● **WORK INSTRUCTIONS**: For the data below, tally how many lines contain "divide" and answer only with that tally.
Top of RECORDS FOR THE EXERCISE
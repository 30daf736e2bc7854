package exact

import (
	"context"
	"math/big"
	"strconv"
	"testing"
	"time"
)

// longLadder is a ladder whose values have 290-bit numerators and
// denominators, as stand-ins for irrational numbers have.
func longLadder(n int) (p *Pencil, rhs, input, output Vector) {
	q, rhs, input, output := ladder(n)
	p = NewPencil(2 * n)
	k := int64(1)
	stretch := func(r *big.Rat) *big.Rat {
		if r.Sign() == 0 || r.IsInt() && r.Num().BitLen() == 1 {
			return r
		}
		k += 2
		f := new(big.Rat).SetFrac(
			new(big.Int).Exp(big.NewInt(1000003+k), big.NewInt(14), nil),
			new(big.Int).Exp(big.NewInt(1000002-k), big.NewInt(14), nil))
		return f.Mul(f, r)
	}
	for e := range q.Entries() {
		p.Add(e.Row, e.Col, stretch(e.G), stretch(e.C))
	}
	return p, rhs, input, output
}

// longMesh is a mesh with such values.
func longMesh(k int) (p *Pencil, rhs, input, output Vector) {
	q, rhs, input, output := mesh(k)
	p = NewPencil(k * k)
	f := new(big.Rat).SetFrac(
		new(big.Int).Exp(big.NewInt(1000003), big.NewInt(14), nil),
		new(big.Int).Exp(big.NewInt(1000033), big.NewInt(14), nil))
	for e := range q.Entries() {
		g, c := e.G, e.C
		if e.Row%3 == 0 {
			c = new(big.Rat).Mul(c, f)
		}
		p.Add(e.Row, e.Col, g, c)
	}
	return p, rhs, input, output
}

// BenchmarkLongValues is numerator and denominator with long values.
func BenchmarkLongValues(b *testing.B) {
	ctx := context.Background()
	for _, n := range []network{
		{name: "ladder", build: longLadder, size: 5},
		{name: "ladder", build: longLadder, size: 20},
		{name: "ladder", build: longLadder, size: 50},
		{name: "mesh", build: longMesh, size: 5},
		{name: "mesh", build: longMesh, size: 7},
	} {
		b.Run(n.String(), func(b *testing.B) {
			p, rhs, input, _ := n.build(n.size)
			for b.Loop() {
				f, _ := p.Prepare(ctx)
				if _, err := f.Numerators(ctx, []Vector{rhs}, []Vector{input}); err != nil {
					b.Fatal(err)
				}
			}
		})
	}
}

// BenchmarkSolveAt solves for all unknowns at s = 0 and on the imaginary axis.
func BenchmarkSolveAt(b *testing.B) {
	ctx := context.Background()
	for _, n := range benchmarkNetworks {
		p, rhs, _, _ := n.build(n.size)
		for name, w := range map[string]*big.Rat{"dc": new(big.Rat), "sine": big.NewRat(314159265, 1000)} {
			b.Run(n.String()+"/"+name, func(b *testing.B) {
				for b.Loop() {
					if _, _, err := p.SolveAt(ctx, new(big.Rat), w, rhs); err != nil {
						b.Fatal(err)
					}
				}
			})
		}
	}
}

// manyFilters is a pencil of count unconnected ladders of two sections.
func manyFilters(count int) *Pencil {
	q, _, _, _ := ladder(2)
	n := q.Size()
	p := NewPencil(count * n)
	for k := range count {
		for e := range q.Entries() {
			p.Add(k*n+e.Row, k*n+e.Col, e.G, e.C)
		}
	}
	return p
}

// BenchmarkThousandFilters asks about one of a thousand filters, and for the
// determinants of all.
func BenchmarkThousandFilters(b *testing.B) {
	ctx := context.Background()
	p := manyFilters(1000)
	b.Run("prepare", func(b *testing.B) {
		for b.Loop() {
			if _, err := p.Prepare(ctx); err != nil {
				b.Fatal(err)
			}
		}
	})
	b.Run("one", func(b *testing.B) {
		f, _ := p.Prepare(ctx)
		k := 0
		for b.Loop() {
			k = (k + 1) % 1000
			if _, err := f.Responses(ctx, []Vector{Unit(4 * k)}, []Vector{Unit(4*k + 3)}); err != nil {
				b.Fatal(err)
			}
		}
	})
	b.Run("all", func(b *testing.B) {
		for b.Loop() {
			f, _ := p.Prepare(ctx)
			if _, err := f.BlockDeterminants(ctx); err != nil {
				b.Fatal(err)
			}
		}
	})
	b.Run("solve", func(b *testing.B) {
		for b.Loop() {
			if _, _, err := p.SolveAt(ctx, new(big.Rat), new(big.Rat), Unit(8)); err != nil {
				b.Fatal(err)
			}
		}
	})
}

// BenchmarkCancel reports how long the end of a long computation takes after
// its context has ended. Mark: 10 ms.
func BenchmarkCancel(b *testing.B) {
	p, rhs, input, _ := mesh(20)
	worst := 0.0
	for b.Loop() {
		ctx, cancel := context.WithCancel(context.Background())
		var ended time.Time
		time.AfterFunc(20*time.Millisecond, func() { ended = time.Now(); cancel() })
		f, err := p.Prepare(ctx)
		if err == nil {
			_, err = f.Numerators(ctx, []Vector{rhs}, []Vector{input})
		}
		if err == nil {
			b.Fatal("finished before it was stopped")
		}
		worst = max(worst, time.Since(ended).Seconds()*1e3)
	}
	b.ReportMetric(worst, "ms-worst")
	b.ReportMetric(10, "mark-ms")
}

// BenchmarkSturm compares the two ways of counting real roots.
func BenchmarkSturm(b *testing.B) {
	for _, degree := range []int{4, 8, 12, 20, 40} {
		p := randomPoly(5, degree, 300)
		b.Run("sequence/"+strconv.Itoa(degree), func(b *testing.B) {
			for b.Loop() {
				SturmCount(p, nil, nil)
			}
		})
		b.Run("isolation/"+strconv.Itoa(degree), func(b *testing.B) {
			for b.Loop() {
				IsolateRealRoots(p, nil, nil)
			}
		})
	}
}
Bottom of RECORDS FOR THE EXERCISE
Top of RECORDS FOR THE EXERCISE
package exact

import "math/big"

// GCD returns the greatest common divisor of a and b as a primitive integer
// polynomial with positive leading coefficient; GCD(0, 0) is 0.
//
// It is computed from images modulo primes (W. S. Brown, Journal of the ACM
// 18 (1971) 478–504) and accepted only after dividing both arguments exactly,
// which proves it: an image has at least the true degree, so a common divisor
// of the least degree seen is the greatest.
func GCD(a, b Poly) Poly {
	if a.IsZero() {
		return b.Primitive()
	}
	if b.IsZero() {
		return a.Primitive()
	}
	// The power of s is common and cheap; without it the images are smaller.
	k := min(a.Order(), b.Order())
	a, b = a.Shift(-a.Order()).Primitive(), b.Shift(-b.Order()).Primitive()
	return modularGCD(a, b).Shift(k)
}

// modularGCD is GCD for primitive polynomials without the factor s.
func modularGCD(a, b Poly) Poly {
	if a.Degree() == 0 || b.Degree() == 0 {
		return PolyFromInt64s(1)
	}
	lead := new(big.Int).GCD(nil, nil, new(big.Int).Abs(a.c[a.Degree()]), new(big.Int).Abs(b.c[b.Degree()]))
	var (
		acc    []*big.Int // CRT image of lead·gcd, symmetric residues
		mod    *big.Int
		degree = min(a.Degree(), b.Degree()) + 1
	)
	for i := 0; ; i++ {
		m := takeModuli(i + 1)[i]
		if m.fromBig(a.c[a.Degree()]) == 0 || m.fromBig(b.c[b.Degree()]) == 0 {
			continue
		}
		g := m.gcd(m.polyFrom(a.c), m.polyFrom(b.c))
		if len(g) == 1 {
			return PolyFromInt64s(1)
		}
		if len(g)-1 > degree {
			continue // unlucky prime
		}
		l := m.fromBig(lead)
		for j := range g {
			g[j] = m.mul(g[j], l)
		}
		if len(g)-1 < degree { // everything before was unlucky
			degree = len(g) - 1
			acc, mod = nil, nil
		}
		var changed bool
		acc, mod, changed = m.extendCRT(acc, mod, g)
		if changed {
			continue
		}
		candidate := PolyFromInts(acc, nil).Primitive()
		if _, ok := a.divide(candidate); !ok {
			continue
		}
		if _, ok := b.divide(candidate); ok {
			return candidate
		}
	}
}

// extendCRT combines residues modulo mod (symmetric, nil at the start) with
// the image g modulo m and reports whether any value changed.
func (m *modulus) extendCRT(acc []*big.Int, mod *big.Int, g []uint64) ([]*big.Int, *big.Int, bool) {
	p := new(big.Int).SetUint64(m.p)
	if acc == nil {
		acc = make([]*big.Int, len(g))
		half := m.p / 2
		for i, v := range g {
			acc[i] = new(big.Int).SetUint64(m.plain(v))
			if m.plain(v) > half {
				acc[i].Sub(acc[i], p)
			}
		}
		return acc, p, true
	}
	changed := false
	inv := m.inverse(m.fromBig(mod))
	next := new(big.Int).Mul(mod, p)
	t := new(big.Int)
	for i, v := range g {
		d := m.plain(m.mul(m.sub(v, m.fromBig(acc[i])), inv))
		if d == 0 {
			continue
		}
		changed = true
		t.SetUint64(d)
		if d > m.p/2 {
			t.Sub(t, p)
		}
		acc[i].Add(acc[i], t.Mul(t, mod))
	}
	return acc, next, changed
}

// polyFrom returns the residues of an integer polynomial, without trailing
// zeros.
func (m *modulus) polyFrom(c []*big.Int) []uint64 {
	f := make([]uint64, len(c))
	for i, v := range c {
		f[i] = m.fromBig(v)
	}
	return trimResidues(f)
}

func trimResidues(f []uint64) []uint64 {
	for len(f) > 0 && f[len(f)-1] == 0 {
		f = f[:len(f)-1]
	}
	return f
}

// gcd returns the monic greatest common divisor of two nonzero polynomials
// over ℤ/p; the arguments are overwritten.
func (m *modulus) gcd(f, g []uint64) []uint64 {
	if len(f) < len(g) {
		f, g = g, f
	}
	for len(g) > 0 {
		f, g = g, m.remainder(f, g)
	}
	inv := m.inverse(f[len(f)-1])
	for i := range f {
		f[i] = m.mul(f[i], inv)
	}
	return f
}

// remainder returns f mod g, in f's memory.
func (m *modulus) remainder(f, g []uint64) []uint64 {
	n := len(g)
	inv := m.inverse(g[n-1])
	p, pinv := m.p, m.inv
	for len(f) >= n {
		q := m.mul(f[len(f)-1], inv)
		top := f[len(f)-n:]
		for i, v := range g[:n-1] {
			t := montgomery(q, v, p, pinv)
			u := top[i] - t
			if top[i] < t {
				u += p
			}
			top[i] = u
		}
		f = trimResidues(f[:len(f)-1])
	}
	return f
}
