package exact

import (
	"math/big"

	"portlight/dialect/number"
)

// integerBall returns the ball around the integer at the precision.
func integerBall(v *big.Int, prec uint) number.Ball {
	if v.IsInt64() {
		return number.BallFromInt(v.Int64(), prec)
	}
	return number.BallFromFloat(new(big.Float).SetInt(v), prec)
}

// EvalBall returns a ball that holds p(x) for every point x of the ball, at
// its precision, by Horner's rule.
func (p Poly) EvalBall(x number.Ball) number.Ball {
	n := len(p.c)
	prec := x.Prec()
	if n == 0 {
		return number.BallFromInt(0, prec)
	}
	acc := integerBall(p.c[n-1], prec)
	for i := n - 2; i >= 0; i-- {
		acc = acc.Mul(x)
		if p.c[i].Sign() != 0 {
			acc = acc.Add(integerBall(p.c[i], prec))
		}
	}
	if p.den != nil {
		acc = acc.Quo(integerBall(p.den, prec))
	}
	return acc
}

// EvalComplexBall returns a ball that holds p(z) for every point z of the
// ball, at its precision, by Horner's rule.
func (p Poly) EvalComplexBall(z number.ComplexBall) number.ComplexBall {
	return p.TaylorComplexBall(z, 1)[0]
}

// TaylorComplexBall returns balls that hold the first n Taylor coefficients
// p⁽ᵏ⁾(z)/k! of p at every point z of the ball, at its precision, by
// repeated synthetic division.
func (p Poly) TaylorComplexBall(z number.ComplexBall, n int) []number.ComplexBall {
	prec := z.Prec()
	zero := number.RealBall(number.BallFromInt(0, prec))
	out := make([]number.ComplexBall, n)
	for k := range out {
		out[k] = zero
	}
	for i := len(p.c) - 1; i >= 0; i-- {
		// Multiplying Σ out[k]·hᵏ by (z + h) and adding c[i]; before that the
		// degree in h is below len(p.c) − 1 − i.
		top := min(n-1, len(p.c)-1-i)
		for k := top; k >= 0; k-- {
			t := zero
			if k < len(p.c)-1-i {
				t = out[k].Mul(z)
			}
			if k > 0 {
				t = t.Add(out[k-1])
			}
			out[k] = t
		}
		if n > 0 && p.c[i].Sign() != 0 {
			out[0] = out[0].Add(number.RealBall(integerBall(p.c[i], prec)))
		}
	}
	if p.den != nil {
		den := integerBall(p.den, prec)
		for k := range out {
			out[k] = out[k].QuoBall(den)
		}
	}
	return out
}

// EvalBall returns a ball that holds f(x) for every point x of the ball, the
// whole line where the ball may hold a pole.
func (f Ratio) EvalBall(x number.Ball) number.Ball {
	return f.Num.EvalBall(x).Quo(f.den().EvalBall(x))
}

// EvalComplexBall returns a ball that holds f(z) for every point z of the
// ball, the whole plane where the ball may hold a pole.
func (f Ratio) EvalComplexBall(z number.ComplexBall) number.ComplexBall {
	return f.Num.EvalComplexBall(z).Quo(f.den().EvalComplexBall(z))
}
Bottom of RECORDS FOR THE EXERCISE
● **EXERCISE SOLUTION**: 2